FIL/USDT daily chart. Source: TradingView
The FIL/USDT pair is attempting to form a cup-and-handle formation that will be completed upon a break and close above $5.67. When this happens, the pair signals the start of a new upward move. The reversal setup's pattern target is $8.41.
However, the bears are unlikely to give up anytime soon. They will pose a big challenge at $6.50 and again at $7.40. This bullish view will be invalidated in the near term if the price declines and breaks below the 50-day SMA ($4.61).
FIL/USDT 4-hour chart. Source: TradingView
The bulls pushed the price above the overhead resistance at $5.67 but failed to sustain the higher levels. Sellers are taking advantage of the situation and trying to keep the price below $5.67. If they succeed, the pair could fall to the 20-EMA. This remains an important pillar to keep an eye on.
If the price bounces off the 20-EMA, the prospects of a retest of the overhead resistance at $6.20 improve. A break above this resistance signals the start of the next leg of the uptrend. On the other hand, a break below the 20-EMA could open the door for a decline to $4.40.
Related: Bitcoin fees hit 20-month high as miner revenue matches BTC price of $69,000
MultiversX price analysis
MultiversX (EGLD) turned lower from overhead resistance at $70 on December 12 and reached the 20-day EMA ($55) on December 16.

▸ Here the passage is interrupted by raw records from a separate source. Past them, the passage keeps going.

// Two-set results in the exports and on the page: the provenance names the second set and how it
// varied, a paired band says it is correlated, an apart run exports the combination and each
// set's part (CSV, JSON, LaTeX), the page's plot gets the same curves, the family page's R
// against A. Band numbers are invented (no physics claim) except where a sum is checked by hand.
import { describe, expect, it } from 'vitest'
import { bandsToCsv, bandsToJson, bandsToLatex, provenanceLines } from '#shared/export'
import { parseStudySpec } from '#shared/physics/study/spec'
import { apartStoredBands, memberSourceOf } from '../../../server/domain/results/bands'
import { resultForExport } from '../../../server/domain/results/export'
import { ratioAgainstA } from '../../../stores/family-ratios'
import { resultSeries } from '../../../stores/study-view'
import type { ExportProvenance } from '#shared/export'
import { expectClose } from '../physics/close'
import { handMadeResult } from './result'

const spec = parseStudySpec({ kernel: 'dis-nc-f2', bins: [{ x: 0.01, q2: 10 }, { x: 0.1, q2: 10 }] })
const provenance = (variation: 'central' | 'paired' | 'apart'): ExportProvenance => ({
  ...handMadeResult().provenance,
  set: { name: 'Ostrand-25-Pb208', version: '25.0', kind: 'hessian-pairs', family: 'Ostrand-25' },
  prescription: 'Hessian pairs, symmetric',
  setConfidenceLevelPercent: 68,
  secondSet: { name: 'toy-ff-pi+', version: '1', kind: 'hessian-pairs', family: 'toy-ff', variation, ...(variation === 'apart' ? { prescription: 'Hessian pairs, symmetric' } : {}) }
})
// Members (central, +, −) × 2 bins. Set: ½|X⁺ − X⁻| = (1, 0.5); second set: (2, 1.2);
// in quadrature (√5, 1.3) by hand.
const matrix = (rows: number[][]) => ({ members: rows.length, bins: 2, values: Float64Array.from(rows.flat()) })
const apart = apartStoredBands(
  { main: matrix([[10, 5], [11, 5.5], [9, 4.5]]), second: matrix([[10, 5], [12, 6.2], [8, 3.8]]) },
  { set: memberSourceOf({ kind: 'hessian-pairs', confidenceLevelPercent: 68 }), second: { kind: 'hessian-pairs', confidenceLevelPercent: 68, name: 'toy-ff-pi+', version: '1' } },
  'hessian-symmetric', 68
)

describe('an apart run in the exports', () => {
  it('stores the combination in quadrature with both parts (hand-worked)', () => {
    expectClose(apart.apart!.set.plus, [1, 0.5], 1e-12)
    expectClose(apart.apart!.second.plus, [2, 1.2], 1e-12)
    expectClose(apart.plus, [Math.sqrt(5), 1.3], 1e-12)
    expectClose(apart.minus, [Math.sqrt(5), 1.3], 1e-12)
  })

  it('writes the combination, the set alone and the second set alone in CSV, JSON and LaTeX, with the provenance line', () => {
    const data = resultForExport(provenance('apart'), spec, 'hessian-symmetric', apart, null)
    expect(data.bands.map(b => b.id)).toEqual(['hessian-symmetric', 'hessian-symmetric-set', 'hessian-symmetric-second'])
    const csv = bandsToCsv(data)
    expect(csv).toContain('# second set: toy-ff-pi+ version 1 (hessian-pairs, family toy-ff); sets varied apart, combined in quadrature; its own band: Hessian pairs, symmetric, at the same CL')
    expect(csv).toContain('plus[hessian-symmetric-second]')
    const header = csv.split('\r\n').find(l => l.startsWith('x,'))!.split(',')
    const first = csv.split('\r\n').find(l => l.startsWith('0.01,'))!.split(',')
    expect(Number(first[header.indexOf('plus[hessian-symmetric]')])).toBeCloseTo(Math.sqrt(5), 12)
    expect(Number(first[header.indexOf('plus[hessian-symmetric-set]')])).toBe(1)
    expect(Number(first[header.indexOf('plus[hessian-symmetric-second]')])).toBe(2)
    const json = bandsToJson(data)
    expect(json.provenance.secondSet).toMatchObject({ variation: 'apart', text: expect.stringContaining('combined in quadrature') })
    expect(json.bins[1]!.values['hessian-symmetric-second']!.plus).toBeCloseTo(1.2, 12)
    const latex = bandsToLatex(data)
    expect(latex).toContain('% second set: toy-ff-pi+ version 1')
    expect(latex).toMatch(/alone/)
    expect(latex).toContain('Second set toy-ff-pi+ version 1 (hessian-pairs, family toy-ff); sets varied apart, combined in quadrature')
  })
})

describe('a paired run in the exports', () => {
  it('labels the band and the provenance "correlated: members paired"', () => {
    const band = { ...apart, apart: undefined }
    const data = resultForExport(provenance('paired'), spec, 'hessian-symmetric', band, null)
    expect(data.bands).toHaveLength(1)
    expect(data.bands[0]!.label).toContain('(correlated: members paired)')
    expect(provenanceLines(data.provenance, data.observable, 'bands')).toContain('second set: toy-ff-pi+ version 1 (hessian-pairs, family toy-ff); correlated: members paired')
  })

  it('says a held second set is at its central member', () => {
    const data = resultForExport(provenance('central'), spec, 'hessian-symmetric', { ...apart, apart: undefined }, null)
    expect(bandsToCsv(data)).toContain('; second set at its central member')
  })
})

describe('the page\'s curves of a two-set result', () => {
  const detail = (variation: 'central' | 'paired' | 'apart') => ({
    setId: 's1', set: { id: 's1', name: 'Ostrand-25-Pb208', version: '25.0', kind: 'hessian-pairs', family: 'Ostrand-25', memberCount: 3, confidenceLevelPercent: 68 },
    second: { id: 's2', name: 'Ostrand-25-C12', version: '25.0', kind: 'hessian-pairs', variation },
    bands: variation === 'apart' ? apart : { ...apart, apart: undefined }
  })
  it('draws an apart run as the combination and each part alone', () => {
    expect(resultSeries(detail('apart')).map(s => s.id)).toEqual(['s1', 's1:set', 's1:second'])
    expect(resultSeries(detail('apart'))[2]!.band.plus).toEqual(apart.apart!.second.plus)
  })
  it('draws a paired run as one labelled band', () => {
    const s = resultSeries(detail('paired'))
    expect(s).toHaveLength(1)
    expect(s[0]!.label).toBe('Ostrand-25-Pb208 25.0 (correlated: members paired with Ostrand-25-C12)')
  })
})

describe('R at one x against A', () => {
  const one = (c: number, e: number) => ({ central: [c], plus: [e], minus: [e], relPlus: [e / c], relMinus: [e / c] })
  it('orders the nuclei by A and puts each one\'s band at its A; nuclei without a band are left out', () => {
    const r = ratioAgainstA([
      { a: 208, z: 82, name: 'Pb', band: one(0.8, 0.05) },
      { a: 12, z: 6, name: 'C', band: one(0.95, 0.02) },
      { a: 56, z: 26, name: 'Fe', band: null }
    ])!
    expect(r.a).toEqual([12, 208])
    expect(r.band.central).toEqual([0.95, 0.8])
    expect(r.band.plus).toEqual([0.02, 0.05])
    expect(r.labels[1]).toBe('Pb (Z = 82, A = 208)')
    expect(ratioAgainstA([{ a: 12, z: 6, name: 'C', band: null }])).toBeNull()
  })
})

EGLD/USDT daily chart. Source: TradingView
The rebound from the 20-day EMA suggests that sentiment remains bullish and traders are buying on dips. Bulls will attempt to push the price to $70, which remains the key resistance to watch out for in the near term. If buyers overcome this obstacle, the EGLD/USDT pair could gain momentum and rise to $90 and then to $100.

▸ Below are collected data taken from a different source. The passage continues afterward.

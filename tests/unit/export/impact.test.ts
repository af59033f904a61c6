// The set-update table and figures: band shrinkage per bin worked by hand, the CSV through the one
// writer with both cautions, and the figures' shapes.
import { describe, expect, it } from 'vitest'
import { RESULT_CAUTION } from '../../../shared/export/caution'
import { beforeAfterFigure, chi2ProfileFigure, sensitivityHeatmap, sensitivityLines, shiftsFigure, shrinkageCsv, shrinkageRows } from '../../../shared/export/impact'
import { IMPACT_CAUTION } from '../../../shared/export/impact-caution'

const band = (central: number[], plus: number[], minus: number[]) => ({ central, plus, minus, relPlus: plus.map((p, i) => p / central[i]!), relMinus: minus.map((m, i) => m / central[i]!) })
const update = {
  data: [10.5, 19],
  before: band([10, 20], [1, 2], [1, 2]),
  after: band([10.4, 19.5], [0.5, 1.5], [0.3, 1.5])
}

describe('shrinkageRows', () => {
  it('divides the full band width after by the width before (hand-worked)', () => {
    const rows = shrinkageRows(update, ['a', 'b'])
    // bin 1: (0.5 + 0.3) / (1 + 1) = 0.4; bin 2: (1.5 + 1.5) / (2 + 2) = 0.75
    expect(rows.map(r => r.shrinkage)).toEqual([0.4, 0.75])
    expect(rows[0]).toMatchObject({ bin: 1, label: 'a', data: 10.5, before: 10, after: 10.4, afterPlus: 0.5, afterMinus: 0.3 })
  })

  it('gives null where the band before has no width, and refuses mismatched lengths', () => {
    expect(shrinkageRows({ data: [1], before: band([1], [0], [0]), after: band([1], [0], [0]) })[0]!.shrinkage).toBeNull()
    expect(() => shrinkageRows({ ...update, data: [1] })).toThrow(/2 bins before, 2 after and 1 data points/)
  })
})

describe('shrinkageCsv', () => {
  it('writes RFC 4180 lines with the provenance and both cautions as comments', () => {
    const text = shrinkageCsv(shrinkageRows(update), ['Set update: x, from y'])
    const lines = text.split('\r\n')
    expect(lines[0]).toBe('# Set update: x, from y')
    expect(text).toContain(`# ${RESULT_CAUTION}`)
    expect(text).toContain(`# ${IMPACT_CAUTION}`)
    expect(lines).toContain('bin,label,data,before,before_plus,before_minus,after,after_plus,after_minus,shrinkage')
    expect(lines).toContain('1,1,10.5,10,1,1,10.4,0.5,0.3,0.4')
    expect(text.endsWith('\r\n')).toBe(true)
  })
})

describe('figures', () => {
  it('overlays parent, update and data with a ratio panel', () => {
    const f = beforeAfterFigure({ ...update, parentName: 'P 1', updatedName: 'P-rw 1' })
    expect(f.data.map(d => d.yaxis)).toEqual(['y', 'y', 'y', 'y2', 'y2', 'y2'])
    // The ratio of the update to the parent's central value: 10.4/10 and 19.5/20.
    expect(f.data[4]!.y).toEqual([10.4 / 10, 19.5 / 20])
  })

  it('draws P(α), the shifts and the sensitivity maps', () => {
    expect(chi2ProfileFigure({ alpha: [0.5, 1, 1.5], density: [0.2, 1, 0.3], mostProbableAlpha: 1 }).data[0]!.x).toEqual([0.5, 1, 1.5])
    expect(shiftsFigure([0.5, -0.25]).data[0]).toMatchObject({ type: 'bar', x: ['1', '2'], y: [0.5, -0.25] })
    const grid = { x: [0.01, 0.1], labels: ['1', '2'], values: [[0.5, Number.NaN], [-1, 1]], quantity: 'cosPhi' as const, flavourLabel: 'g', q2GeV2: 100 }
    expect(sensitivityHeatmap(grid).data[0]).toMatchObject({ z: [[0.5, null], [-1, 1]], zmin: -1, zmax: 1 })
    expect(sensitivityHeatmap({ ...grid, quantity: 'sensitivity', values: [[3, -4], [1, 2]] }).data[0]).toMatchObject({ zmin: -4, zmax: 4 })
    expect(sensitivityLines(grid, [1]).data[0]!.y).toEqual([-1, 1])
    expect(() => sensitivityLines(grid, [5])).toThrow(/Bin 6 is not in the map/)
  })
})

describe('beforeAfterFigure axes', () => {
  it('numbers the bins even when labels repeat, and reads a spectrum over decades on a log axis', () => {
    const f = beforeAfterFigure({ data: [100, 0.5], before: band([100, 0.4], [1, 0.1], [1, 0.1]), after: band([100, 0.4], [1, 0.1], [1, 0.1]), labels: ['|y| < 2.5', '|y| < 2.5'], parentName: 'P', updatedName: 'Q' })
    expect(f.data[0]!.x).toEqual(['1', '2'])
    expect((f.layout.yaxis as { type: string }).type).toBe('log')
    expect((beforeAfterFigure({ ...update, parentName: 'P', updatedName: 'Q' }).layout.yaxis as { type: string }).type).toBe('linear')
  })
})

In the meantime, the sellers may have other plans. They will look to sell the rallies and push the price back below the 20-day EMA. If they succeed, it would signal the start of a deeper correction to the 50-day SMA ($46).
EGLD/USDT 4-hour chart. Source: TradingView
The pair has recently reached support near $57 twice, making this the crucial level to watch out for in the near term. A break and close below this level could open the door for a decline to $48.

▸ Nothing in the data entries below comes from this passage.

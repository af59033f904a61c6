import { afterAll, beforeAll, describe, expect, it } from 'vitest'
import type { BrowserContext, Page } from 'playwright-core'
import { partonName } from '../../../shared/physics/partons'
import { artifactsDir, launchBrowser } from '../../support/browser'
import { createWorkspace, type TestWorkspace } from '../../support/users'
import { openAs, samplesDir, uploadSample } from './fixtures'

// A fragmentation set in the web app: uploaded through the form, listed with what it holds and
// found by the library's filter, and shown on its page as z·D(z, Q²) with bands, flavour labels
// "u → π⁺", log or linear z, and without the proton's sum rules. The sample file is the TOY set
// of samples/sets/toy-ff-piplus.sheafset (scripts/make-sample-fragmentation.ts).

/** The Plotly layout of the first plot on the page: axis types and titles, legend names. */
const plotOf = (page: Page) => page.evaluate(() => {
  const el = document.querySelector('.js-plotly-plot') as unknown as { layout: any, data: Array<{ name?: string }> }
  const title = (t: unknown) => (typeof t === 'string' ? t : (t as { text?: string } | undefined)?.text ?? '')
  return { xType: el.layout.xaxis.type as string, xTitle: title(el.layout.xaxis.title), yTitle: title(el.layout.yaxis.title), names: el.data.map(d => d.name ?? '') }
})

describe('fragmentation sets in the library and on the set page', () => {
  let context: BrowserContext
  let close: () => Promise<void>
  let ws: TestWorkspace
  const shot = (page: Page, name: string) => page.screenshot({ path: `${artifactsDir}ff-${name}.png`, fullPage: true, animations: 'disabled' })

  beforeAll(async () => {
    ws = await createWorkspace('Fragmentation group')
    const proton = await uploadSample(ws.analyst.client, ws.id, 'toy-hessian.sheafset')
    if (proton.status !== 201) throw new Error(`sample upload answered ${proton.status}`)
    ;({ context, close } = await launchBrowser())
  })
  afterAll(async () => { await close?.() })

  it('uploads the fragmentation sample through the form; the library says what each set holds and filters by it', async () => {
    const page = await openAs(context, ws.analyst, '/sets')
    await page.locator('[data-set="toy-hessian"]').waitFor()
    await page.getByRole('button', { name: 'Upload a set file' }).click()
    await page.locator('input[type="file"]').setInputFiles(`${samplesDir}sets/toy-ff-piplus.sheafset`)
    await page.getByRole('button', { name: 'Upload set' }).click()
    await page.locator('[data-set="toy-ff-pi+"]').waitFor()
    expect(await page.locator('[data-set="toy-ff-pi+"] [data-holds]').textContent()).toBe('fragmentation into π⁺')
    expect(await page.locator('[data-set="toy-hessian"] [data-holds]').textContent()).toBe('parton densities in the proton')
    expect(await page.locator('[data-set="toy-ff-pi+"]').textContent()).toContain('z 0.01 – 0.95')
    await shot(page, 'library')

    await page.getByLabel('Holds').selectOption('fragmentation:pi+')
    await expect.poll(() => page.locator('tr[data-set]').count()).toBe(1)
    expect(await page.locator('tr[data-set]').getAttribute('data-set')).toBe('toy-ff-pi+')
    await page.getByLabel('Holds').selectOption('proton')
    await expect.poll(() => page.locator('tr[data-set]').getAttribute('data-set')).toBe('toy-hessian')
    await shot(page, 'library-filtered')

    const api = await ws.viewer.client.get(`/api/workspaces/${ws.id}/sets`)
    const byName = Object.fromEntries(api.body.sets.map((s: { name: string, density: unknown }) => [s.name, s.density]))
    expect(byName).toEqual({ 'toy-ff-pi+': { type: 'fragmentation', hadron: 'pi+' }, 'toy-hessian': { type: 'parton' } })
  })

  it('shows z·D(z, Q²) with bands, "u → π⁺" labels, log and linear z, and no sum rules', async () => {
    const sets = await ws.viewer.client.get(`/api/workspaces/${ws.id}/sets`)
    const id = sets.body.sets.find((s: { name: string }) => s.name === 'toy-ff-pi+').id
    const page = await openAs(context, ws.viewer, `/sets/${id}`)
    await page.locator('.js-plotly-plot').first().waitFor()
    expect(await page.getByRole('heading', { name: 'Fragmentation functions' }).isVisible()).toBe(true)
    expect(await page.getByRole('heading', { name: 'Sum rules' }).count()).toBe(0)
    expect(await page.getByText('fragmentation into π⁺').first().isVisible()).toBe(true)
    expect(await page.getByLabel('u → π⁺').isChecked()).toBe(true)
    // The antiquark's symbol as the parton table writes it (a u with a combining macron).
    expect(await page.getByLabel(`${partonName(-2)} → π⁺`).isChecked()).toBe(true)
    await expect.poll(async () => (await plotOf(page)).names.join('|')).toContain('u → π⁺')
    const log = await plotOf(page)
    expect(log.xType).toBe('log')
    expect(log.xTitle).toContain('momentum fraction z')
    expect(log.yTitle).toContain('z·D(z, Q²) into π⁺')
    // The band of each curve is drawn beside its central line.
    expect(log.names.filter(n => n.startsWith('d → π⁺')).length).toBeGreaterThanOrEqual(1)
    await shot(page, 'set-log-z')

    await page.getByLabel('log z').uncheck()
    await expect.poll(async () => (await plotOf(page)).xType).toBe('linear')
    await shot(page, 'set-linear-z')

    // A ratio is offered only to sets of the same density: here, none.
    const options = await page.getByLabel('Ratio to').locator('option').allTextContents()
    expect(options).toEqual(['none'])
  })
})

On the other hand, if the price rises above $64 from the current level or strong support at $57, it will indicate that the bulls have an advantage. This raises the possibility of a rally to $70, which will likely result in a tough battle between bulls and bears.
Algorand price analysis
Buyers are finding it difficult to push Algorand (ALGO) above the overhead resistance at $0.22, but a positive sign is that they have not given up much ground. This shows that the bulls are expecting a further increase.
ALGO/USDT daily chart. Source: TradingView
Both moving averages are pointing up and the RSI is in positive territory, suggesting that bulls continue to be in charge. Buyers are expected to buy the dip to the 20-day EMA ($0.18). If the price recovers from the 20-day EMA, the bulls will once again attempt to clear the barrier at $0.22.
If they do, the ALGO/USDT pair could rise to $0.24 and then to $0.28. This positive view will be invalidated in the short term if the pair slips and closes below the 20-day EMA. This will signal the start of a deeper correction to the 50-day SMA ($0.14).
ALGO/USDT 4-hour chart. Source: TradingView
The pair has been moving in a range between $0.18 and $0.22 for some time. The 20-EMA has started turning downwards and the RSI has slipped into negative territory, increasing the chances of a decline to $0.18.
Buyers are expected to vigorously defend the $0.18 level as a break below completes a triple top pattern. This bearish setup has a target of $0.14.
If the price bounces sharply from $0.18, it will indicate aggressive buying on downturns. The pair could then rise to the 20-EMA and then to $0.22. A break and close above $0.22 will indicate the start of the next bullish move.
This article does not contain any investment advice or recommendations. Every investment and trading activity involves risks and readers should conduct their own research when making their decision.